Your objective>
Exact reproduction of all the data is needed.

Exercise data>
.....

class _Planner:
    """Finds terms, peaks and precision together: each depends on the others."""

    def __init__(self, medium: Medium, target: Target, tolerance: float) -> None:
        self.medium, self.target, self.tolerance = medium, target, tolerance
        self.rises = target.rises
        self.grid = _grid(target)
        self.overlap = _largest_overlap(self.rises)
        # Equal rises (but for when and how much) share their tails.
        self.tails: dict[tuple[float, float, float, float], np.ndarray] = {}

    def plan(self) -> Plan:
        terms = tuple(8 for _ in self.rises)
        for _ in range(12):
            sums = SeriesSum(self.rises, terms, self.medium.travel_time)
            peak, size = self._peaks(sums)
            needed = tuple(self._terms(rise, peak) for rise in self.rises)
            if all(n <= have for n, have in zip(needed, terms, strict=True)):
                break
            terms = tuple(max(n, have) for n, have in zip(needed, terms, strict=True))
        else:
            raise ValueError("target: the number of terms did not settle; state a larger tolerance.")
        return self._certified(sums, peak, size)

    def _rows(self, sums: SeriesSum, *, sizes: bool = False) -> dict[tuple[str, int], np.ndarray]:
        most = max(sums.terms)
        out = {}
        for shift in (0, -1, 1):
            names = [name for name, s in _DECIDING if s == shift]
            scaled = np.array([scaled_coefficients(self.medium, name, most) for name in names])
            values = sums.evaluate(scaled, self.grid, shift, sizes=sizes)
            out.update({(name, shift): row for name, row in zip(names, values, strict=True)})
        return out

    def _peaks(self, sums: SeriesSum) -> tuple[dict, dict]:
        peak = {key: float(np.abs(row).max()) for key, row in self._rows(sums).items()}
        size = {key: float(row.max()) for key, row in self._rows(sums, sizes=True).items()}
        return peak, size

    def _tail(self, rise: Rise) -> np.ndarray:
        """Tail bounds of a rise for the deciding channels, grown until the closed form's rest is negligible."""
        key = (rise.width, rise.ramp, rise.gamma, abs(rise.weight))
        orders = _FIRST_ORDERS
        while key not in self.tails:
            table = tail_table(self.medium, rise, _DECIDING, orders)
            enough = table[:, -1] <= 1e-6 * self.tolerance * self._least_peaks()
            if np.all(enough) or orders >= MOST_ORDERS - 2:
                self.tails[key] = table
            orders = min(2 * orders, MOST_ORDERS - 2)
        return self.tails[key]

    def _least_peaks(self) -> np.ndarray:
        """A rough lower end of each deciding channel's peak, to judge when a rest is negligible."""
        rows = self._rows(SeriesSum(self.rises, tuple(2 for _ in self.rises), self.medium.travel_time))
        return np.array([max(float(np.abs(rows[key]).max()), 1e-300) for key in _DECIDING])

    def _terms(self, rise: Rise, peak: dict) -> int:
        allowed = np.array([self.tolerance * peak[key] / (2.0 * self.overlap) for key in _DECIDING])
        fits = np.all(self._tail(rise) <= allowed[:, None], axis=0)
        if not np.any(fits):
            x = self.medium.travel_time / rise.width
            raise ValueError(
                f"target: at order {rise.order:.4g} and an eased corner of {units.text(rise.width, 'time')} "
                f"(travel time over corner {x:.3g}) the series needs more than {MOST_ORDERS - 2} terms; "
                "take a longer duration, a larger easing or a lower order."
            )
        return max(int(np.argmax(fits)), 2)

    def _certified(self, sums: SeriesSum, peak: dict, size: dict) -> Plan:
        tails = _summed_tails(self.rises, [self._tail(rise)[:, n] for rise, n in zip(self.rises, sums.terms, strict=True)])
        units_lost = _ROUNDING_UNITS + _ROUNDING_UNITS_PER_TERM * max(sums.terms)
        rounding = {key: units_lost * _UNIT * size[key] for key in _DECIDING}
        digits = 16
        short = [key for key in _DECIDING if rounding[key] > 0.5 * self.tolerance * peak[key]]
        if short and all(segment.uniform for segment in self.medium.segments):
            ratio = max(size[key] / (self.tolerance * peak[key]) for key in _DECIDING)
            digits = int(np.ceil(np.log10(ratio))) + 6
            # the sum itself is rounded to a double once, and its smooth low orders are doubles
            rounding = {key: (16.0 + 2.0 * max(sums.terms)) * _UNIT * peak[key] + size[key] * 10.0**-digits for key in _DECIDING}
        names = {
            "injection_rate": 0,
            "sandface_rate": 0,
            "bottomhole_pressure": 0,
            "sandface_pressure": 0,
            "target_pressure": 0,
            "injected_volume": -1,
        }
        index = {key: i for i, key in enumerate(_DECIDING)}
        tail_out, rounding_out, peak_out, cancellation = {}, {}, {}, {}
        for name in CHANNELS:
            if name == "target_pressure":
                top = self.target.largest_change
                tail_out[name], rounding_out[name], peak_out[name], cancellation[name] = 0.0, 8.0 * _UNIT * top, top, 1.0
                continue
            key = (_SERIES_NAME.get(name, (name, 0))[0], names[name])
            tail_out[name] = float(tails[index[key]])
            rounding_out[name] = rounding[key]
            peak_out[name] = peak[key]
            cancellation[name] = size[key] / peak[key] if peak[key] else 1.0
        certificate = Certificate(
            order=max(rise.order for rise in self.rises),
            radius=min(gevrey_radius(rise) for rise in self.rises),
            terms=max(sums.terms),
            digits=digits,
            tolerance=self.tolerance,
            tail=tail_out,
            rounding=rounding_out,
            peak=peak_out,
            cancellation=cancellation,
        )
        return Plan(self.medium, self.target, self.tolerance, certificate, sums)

.....

Problem solution>
class _Planner:
    """Finds terms, peaks and precision together: each depends on the others."""

    def __init__(self, medium: Medium, target: Target, tolerance: float) -> None:
        self.medium, self.target, self.tolerance = medium, target, tolerance
        self.rises = target.rises
        self.grid = _grid(target)
        self.overlap = _largest_overlap(self.rises)
        # Equal rises (but for when and how much) share their tails.
        self.tails: dict[tuple[float, float, float, float], np.ndarray] = {}

    def plan(self) -> Plan:
        terms = tuple(8 for _ in self.rises)
        for _ in range(12):
            sums = SeriesSum(self.rises, terms, self.medium.travel_time)
            peak, size = self._peaks(sums)
            needed = tuple(self._terms(rise, peak) for rise in self.rises)
            if all(n <= have for n, have in zip(needed, terms, strict=True)):
                break
            terms = tuple(max(n, have) for n, have in zip(needed, terms, strict=True))
        else:
            raise ValueError("target: the number of terms did not settle; state a larger tolerance.")
        return self._certified(sums, peak, size)

    def _rows(self, sums: SeriesSum, *, sizes: bool = False) -> dict[tuple[str, int], np.ndarray]:
        most = max(sums.terms)
        out = {}
        for shift in (0, -1, 1):
            names = [name for name, s in _DECIDING if s == shift]
            scaled = np.array([scaled_coefficients(self.medium, name, most) for name in names])
            values = sums.evaluate(scaled, self.grid, shift, sizes=sizes)
            out.update({(name, shift): row for name, row in zip(names, values, strict=True)})
        return out

    def _peaks(self, sums: SeriesSum) -> tuple[dict, dict]:
        peak = {key: float(np.abs(row).max()) for key, row in self._rows(sums).items()}
        size = {key: float(row.max()) for key, row in self._rows(sums, sizes=True).items()}
        return peak, size

    def _tail(self, rise: Rise) -> np.ndarray:
        """Tail bounds of a rise for the deciding channels, grown until the closed form's rest is negligible."""
        key = (rise.width, rise.ramp, rise.gamma, abs(rise.weight))
        orders = _FIRST_ORDERS
        while key not in self.tails:
            table = tail_table(self.medium, rise, _DECIDING, orders)
            enough = table[:, -1] <= 1e-6 * self.tolerance * self._least_peaks()
            if np.all(enough) or orders >= MOST_ORDERS - 2:
                self.tails[key] = table
            orders = min(2 * orders, MOST_ORDERS - 2)
        return self.tails[key]

    def _least_peaks(self) -> np.ndarray:
        """A rough lower end of each deciding channel's peak, to judge when a rest is negligible."""
        rows = self._rows(SeriesSum(self.rises, tuple(2 for _ in self.rises), self.medium.travel_time))
        return np.array([max(float(np.abs(rows[key]).max()), 1e-300) for key in _DECIDING])

    def _terms(self, rise: Rise, peak: dict) -> int:
        allowed = np.array([self.tolerance * peak[key] / (2.0 * self.overlap) for key in _DECIDING])
        fits = np.all(self._tail(rise) <= allowed[:, None], axis=0)
        if not np.any(fits):
            x = self.medium.travel_time / rise.width
            raise ValueError(
                f"target: at order {rise.order:.4g} and an eased corner of {units.text(rise.width, 'time')} "
                f"(travel time over corner {x:.3g}) the series needs more than {MOST_ORDERS - 2} terms; "
                "take a longer duration, a larger easing or a lower order."
            )
        return max(int(np.argmax(fits)), 2)

    def _certified(self, sums: SeriesSum, peak: dict, size: dict) -> Plan:
        tails = _summed_tails(self.rises, [self._tail(rise)[:, n] for rise, n in zip(self.rises, sums.terms, strict=True)])
        units_lost = _ROUNDING_UNITS + _ROUNDING_UNITS_PER_TERM * max(sums.terms)
        rounding = {key: units_lost * _UNIT * size[key] for key in _DECIDING}
        digits = 16
        short = [key for key in _DECIDING if rounding[key] > 0.5 * self.tolerance * peak[key]]
        if short and all(segment.uniform for segment in self.medium.segments):
            ratio = max(size[key] / (self.tolerance * peak[key]) for key in _DECIDING)
            digits = int(np.ceil(np.log10(ratio))) + 6
            # the sum itself is rounded to a double once, and its smooth low orders are doubles
            rounding = {key: (16.0 + 2.0 * max(sums.terms)) * _UNIT * peak[key] + size[key] * 10.0**-digits for key in _DECIDING}
        names = {
            "injection_rate": 0,
            "sandface_rate": 0,
            "bottomhole_pressure": 0,
            "sandface_pressure": 0,
            "target_pressure": 0,
            "injected_volume": -1,
        }
        index = {key: i for i, key in enumerate(_DECIDING)}
        tail_out, rounding_out, peak_out, cancellation = {}, {}, {}, {}
        for name in CHANNELS:
            if name == "target_pressure":
                top = self.target.largest_change
                tail_out[name], rounding_out[name], peak_out[name], cancellation[name] = 0.0, 8.0 * _UNIT * top, top, 1.0
                continue
            key = (_SERIES_NAME.get(name, (name, 0))[0], names[name])
            tail_out[name] = float(tails[index[key]])
            rounding_out[name] = rounding[key]
            peak_out[name] = peak[key]
            cancellation[name] = size[key] / peak[key] if peak[key] else 1.0
        certificate = Certificate(
            order=max(rise.order for rise in self.rises),
            radius=min(gevrey_radius(rise) for rise in self.rises),
            terms=max(sums.terms),
            digits=digits,
            tolerance=self.tolerance,
            tail=tail_out,
            rounding=rounding_out,
            peak=peak_out,
            cancellation=cancellation,
        )
        return Plan(self.medium, self.target, self.tolerance, certificate, sums)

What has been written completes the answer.